In the neoliberal era, many failed.  Around 9,000 closed between 1980 and 2000, as consumer behaviour responded to supermarkets selling cheap alcohol, and as subscription television took the place of cinema.  The trend accelerated after the 2008 crash as most people’s real incomes fell.  More than a quarter of the UK’s pubs closed between 2000 and 2019, with the biggest falls in the years after the crash.  Data for the last two years has yet to appear, but few expect anything more than bad news.  The economic vandalism of lockdowns didn’t just push Britain’s remaining pubs to the edge of bankruptcy but has left the entire hospitality sector just one bad Saturday away from insolvency.  According to Statistica, in 2020 alone, 5,930 bars, pubs and restaurants closed with just 3,955 new openings.  Nobody expects 2021 data to be any better, and in 2022, the new economic landscape of high energy prices and collapsing discretionary spending looks set to crush the entire hospitality sector.
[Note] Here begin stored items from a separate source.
"""The transport kernel shared by every 2D section (see ``ekexplore._state``).

Per parameter point it builds (or takes from the cache) graded meshes with
n/2, 3n/4, n and 2n cells across, solves the potential (Debye-Hueckel or
Poisson-Boltzmann) and the flow on each, and returns the Richardson
extrapolation of the two finer levels. The reported error is the estimated
error of that extrapolated value (:func:`.extrapolation.extrapolated_error`;
checked against finer solves, closed forms and the 1D core in the tests).
If it misses the target accuracy the resolution is raised as far as the
estimate asks, until the finest resolution or the time budget.
"""
from __future__ import annotations

import time
import warnings

import numpy as np

from .._constants import F
from ..models import AccuracyWarning
from ..coefficients import coefficients, dh_means, neutrality_charge, thin_means
from ..wall import isolated_wall_charge, isolated_wall_potential
from .extrapolation import DEFAULT_ACCURACY, N_MAX, refined, resolution, rich
from .meshes import trim_mesh_cache
from .profiles import section_profiles_factory
from .solutions import gouy_scale, hydraulic, levels

__all__ = ["section_kernel"]

#: kappa * half-size above which a constant-charge wall starts from 32 cells.
_THIN_CHARGE_K = 2000.0
#: kappa * half-size above which the level estimate of a wall that is not at
#: constant potential is multiplied by _CHARGE_LAYER_SAFETY: with layers this
#: thin the coarse levels of a charged wall are not yet asymptotic although
#: their differences look it; with the finest level's own error as a floor
#: (extrapolation.THIN_LAYER_K) the estimate still fell to 1.05 times the error
#: against levels 4 times finer (kappa a 4,900, polygon; 20 random charged
#: points with kappa a 300-9,400, measured 2026-12), so 2.
_CHARGE_LAYER_K = 300.0
_CHARGE_LAYER_SAFETY = 2.0
#: A dh point stops refining its mesh once the mesh error is below this share
#: of the model's own error estimate (the larger of the two is reported).
_MODEL_SHARE = 0.1
#: Time of the levels against their cells across, to predict the next
#: refinement: unknowns grow as n^2 and a solve as unknowns^1.05-1.19
#: (README, B4), plus the build of the new meshes and the factorisations:
#: measured 2.6-3 from 64 to 128 cells on a trapezoid; 3 errs on the long side.
_COST_EXPONENT = 3.0

def _series_means(s, phi_w, kappa, z):
    """Scaled means of the Debye-Hueckel closed-form series (constant potential)."""
    mean_c, conv = dh_means(z, *(np.array([v]) for v in (
        phi_w * s["mean_phi"], phi_w**2 * s["mean_phi2"],
        phi_w**2 * (s["mean_phi2"] - s["mean_phi"]))))
    return {"l12": -phi_w * s["one_minus_mean_phi"], "l21": -kappa**2 * phi_w * s["mean_phi_u"],
            "mean_c": mean_c[:, 0], "conv": conv[:, 0]}


def _point_thin(channel, bk, geo, k, n, accuracy):
    """The slip model at one point: flow from the mesh, layer from the flat wall."""
    kind, dims, L = geo["spec"][k]
    if bk.wall.nonlinear:   # the regulated isolated wall
        phi_w = float(bk.wall.isolated_potential(bk.z, bk.weights, bk.K, bk.scaled_value)[0])
    else:
        phi_w = float(bk.scaled_value[0]) if bk.wall.dirichlet else float(
            isolated_wall_potential(bk.z, bk.weights, bk.K, bk.scaled_value)[0])
    u_mean, err, shear = hydraulic(channel, geo["values"][k], kind, dims, L, n, accuracy)
    per_area = geo["perimeter"][k] / geo["area"][k] / bk.kappa
    means = thin_means(bk, np.array([phi_w]), per_area, shear)
    means = {"l12": means["l12"], "l21": means["l21"], "mean_c": means["mean_c"][:, 0],
             "conv": means["conv_excess"][:, 0]}
    sigma = bk.value[0] if not bk.wall.dirichlet else float(
        bk.eps[0] * bk.VT[0] * bk.kappa[0]
        * isolated_wall_charge(bk.z[:, None], bk.weights, np.array([phi_w]))[0])
    if bk.wall.nonlinear:
        sigma = float(bk.wall.charge_density(bk.scaled_value, np.array([phi_w]))[0])
    return means, u_mean, sigma, phi_w, err


def _point_series(channel, bk, geo, k, accuracy, model, options):
    """The rectangle's Debye-Hueckel series at one point, or None where it does
    not apply or its tail misses the accuracy."""
    if model != "dh" or not bk.wall.dirichlet or not options.get("rectangle_series", True):
        return None
    kappa = float(bk.kappa[0])
    s = channel._dh_series_values(*geo["values"][k], kappa)
    if s is None or not s["tail"] < 0.1 * accuracy:
        return None
    phi_w = float(bk.scaled_value[0])
    means = _series_means(s, phi_w, kappa, bk.z)
    sigma = float(neutrality_charge(bk, -phi_w * s["mean_phi"],
                                    geo["area"][k] / geo["perimeter"][k])[0])
    return means, s["mean_u"], sigma, phi_w, s["tail"]


def _point_mesh(channel, bk, geo, k, n, accuracy, model, deadline, target=None):
    """dh or pb at one point on graded meshes, Richardson-extrapolated.

    Refines until the mesh error meets ``target`` (default ``accuracy``; for a
    dh point forced outside its range the kernel passes a tenth of the model's
    own a-priori error where that is larger, since the reported error is the
    larger of the two). A refinement whose predicted time (the last one's,
    scaled by the cell count) would overrun ``deadline`` is not started.
    Returns the means, the mean flow, the wall charge and potential, the mesh
    error, and why it stopped short of the target (``None``, ``"budget"`` or
    ``"finest"``).
    """
    kind, dims, L = geo["spec"][k]
    kappa = float(bk.kappa[0])
    lam = 1.0 / (kappa * L)
    z = bk.z
    # one number per point, or the rows of a charge-regulating wall (P, 1)
    value = bk.scaled_value if bk.wall.rows else float(bk.scaled_value[0])
    cond_name = bk.wall.name
    gouy = None
    if model == "pb":
        if bk.wall.nonlinear:
            phi_est = float(bk.wall.isolated_potential(z, bk.weights, bk.K, bk.scaled_value)[0])
        else:
            phi_est = value if bk.wall.dirichlet else float(isolated_wall_potential(
                z, bk.weights, bk.K, bk.scaled_value)[0])
        gouy = gouy_scale(lam, z, phi_est)
    kl2 = (kappa * L) ** 2
    nk = n
    if not bk.wall.dirichlet and kappa * L > _THIN_CHARGE_K:
        # measured: with a constant-charge wall and layers this thin the
        # coarsest of three 16-cell levels is not yet asymptotic, and
        # the three-level estimate can miss errors of 0.5 %
        nk = max(nk, 32)
    lam_c = (bk.molar_conductivity * bk.c)[:, 0]
    conv_c = (bk.z[:, None] * F * bk.c * bk.eps * bk.VT / bk.eta)[:, 0]
    w = bk.charge_weights[:, 0]
    target = accuracy if target is None else target
    short = None
    while True:
        start = time.monotonic()
        rc, rf, err = levels(kind, dims, nk, lam, gouy, kl2, w, z, cond_name, value, model,
                             lam_c, conv_c)
        spent = max(time.monotonic() - start, 1e-6)
        if not bk.wall.dirichlet and kappa * L > _CHARGE_LAYER_K:
            err *= _CHARGE_LAYER_SAFETY
        if err <= target:
            break
        if nk >= N_MAX:
            short = "finest"
            break
        nxt = refined(nk, err, target)   # as far as the estimate asks
        # the levels cost about (cells)^_COST_EXPONENT: do not start a
        # refinement that would run past the budget; refine as far as it allows
        left = deadline - time.monotonic()
        if spent * (nxt / nk) ** _COST_EXPONENT > left:
            nxt = 16 * int(nk * (max(left, 0.0) / spent) ** (1.0 / _COST_EXPONENT) / 16)
            if nxt <= nk:
                short = "budget"
                break
        nk = nxt
    ex = {key: rich(rc[key], rf[key]) for key in
          ("l12", "l21", "mean_c", "conv", "phi_wall", "mean_g")}
    u_mean, err_flow, _ = hydraulic(channel, geo["values"][k], kind, dims, L, n, accuracy,
                                     need_shear=False)
    # a fixed charge as imposed; otherwise the perimeter-mean charge that
    # neutralises the space charge (for a regulated wall, the mean of the sites)
    sigma = bk.value[0] if not (bk.wall.dirichlet or bk.wall.nonlinear) else float(
        neutrality_charge(bk, ex["mean_g"], rf["area"] / rf["perimeter"] * L)[0])
    return ex, u_mean, sigma, ex["phi_wall"], max(err, err_flow), short


def _say_missed_targets(error, target, chosen, short, accuracy):
    """Warn where a numerical (dh or pb) 2D point missed its mesh target (the
    requested accuracy, or a tenth of a forced dh point's larger model error)
    after refining to the finest resolution or to the time budget."""
    miss = (error > target) & np.isin(chosen, ("dh", "pb"))
    if not np.any(miss):
        return
    why = ("the time budget ran out (a further refinement would have overrun it)"
           if np.any(short[miss] == "budget")
           else f"the finest resolution ({2 * N_MAX} cells) was reached")
    warnings.warn(
        f"{int(miss.sum())} of {miss.size} section points missed the requested accuracy "
        f"{accuracy:g}: estimated error up to {float(np.max(error[miss])):.3g} "
        f"(Result.error_estimate gives each); {why}", AccuracyWarning, stacklevel=5)


def section_kernel(channel, cond, models, options):
    """Kernel for a 2D section: see ``ekexplore._state`` for the returned dict."""
    accuracy = options.get("accuracy")
    accuracy = DEFAULT_ACCURACY if accuracy is None else accuracy
    budget = options.get("time_budget")
    deadline = time.monotonic() + (np.inf if budget is None else budget)
    n = resolution(accuracy)
    b = cond.flat()
    shape = cond.shape
    geo = channel._geometry_arrays(shape)          # dict of (B,) arrays and per-point specs
    chosen = np.broadcast_to(np.asarray(models), shape).reshape(b.B)
    keys = ("L11", "L12", "L21", "L22_migration", "L22_convection", "wall_potential",
            "wall_charge", "error")
    out = {key: np.empty(b.B) for key in keys}
    out["ion_current"] = np.empty((len(b.z), b.B))
    est = options.get("model_errors")
    dh_error = (np.zeros(b.B) if est is None
                else np.broadcast_to(est["dh"], shape).reshape(b.B))
    target = np.where(chosen == "dh", np.maximum(accuracy, _MODEL_SHARE * dh_error), accuracy)
    short = np.full(b.B, None, dtype=object)
    for k in range(b.B):
        bk = b.take(np.array([k])).with_length(np.array([geo["spec"][k][2]]))
        name = chosen[k]
        if name == "thin":
            res = _point_thin(channel, bk, geo, k, n, accuracy)
        else:
            res = _point_series(channel, bk, geo, k, accuracy, name, options)
            if res is None:
                *res, short[k] = _point_mesh(channel, bk, geo, k, n, accuracy, name, deadline,
                                             target[k])
        means, u_mean, sigma, phi_w, err = res
        co = coefficients(bk, np.atleast_1d(means["l12"]), np.atleast_1d(means["l21"]),
                          means["mean_c"][:, None], means["conv"][:, None])
        out["L11"][k] = u_mean / bk.eta[0]
        out["L12"][k] = co["L12"][0]
        out["L21"][k] = co["L21"][0]
        out["L22_migration"][k] = np.sum(co["migration"])
        out["L22_convection"][k] = np.sum(co["convection"])
        out["ion_current"][:, k] = (co["migration"] + co["convection"])[:, 0]
        out["wall_potential"][k] = phi_w * bk.VT[0]
        out["wall_charge"][k] = sigma
        out["error"][k] = err
        trim_mesh_cache()
    # the mesh accuracy is judged on the mesh error alone, before a thin or dh
    # point takes its model's estimate (a model error above the accuracy is not
    # a missed mesh target; ModelRangeWarning speaks of it). A dh point whose
    # mesh error is at most a tenth of its model estimate reports the latter:
    # the model estimate carries a margin of at least 1.28 over the model's
    # true error (ekexplore.models, MODEL_TABLE["dh"].safety), so it still
    # bounds the sum of the two.
    _say_missed_targets(out["error"], target, chosen, short, accuracy)
    if est is not None:
        for name in ("thin", "dh"):
            sel = chosen == name
            out["error"][sel] = np.maximum(out["error"][sel], est[name].reshape(-1)[sel])
    for key in keys:
        out[key] = out[key].reshape(shape)
    out["ion_current"] = out["ion_current"].reshape((len(b.z),) + shape)
    out["model"] = chosen.reshape(shape)
    out["profiles"] = section_profiles_factory(channel, cond, out["model"], accuracy)
    return out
With energy contracts up for renewal this month, and with no price cap for business customers, publicans are struggling to access energy at all.  And those who are offered deals are being asked to put down £10,000 deposits because energy companies doubt that they will be able to survive the winter.  In this, the energy companies are likely correct.  There are limits to the energy saving measures a publican can make without driving customers away.  And with a quarter of the population deciding to go without heating at all this winter, few are going to be doing anything so frivolous as going to pubs and restaurants… or even getting a bag of fish and chips to take home.

It is hard to miss the irony that, at a time when campaigners and politicians are talking about a need for public “warm spaces” this winter, the public houses which used to be Britain’s warm spaces may finally disappear for good.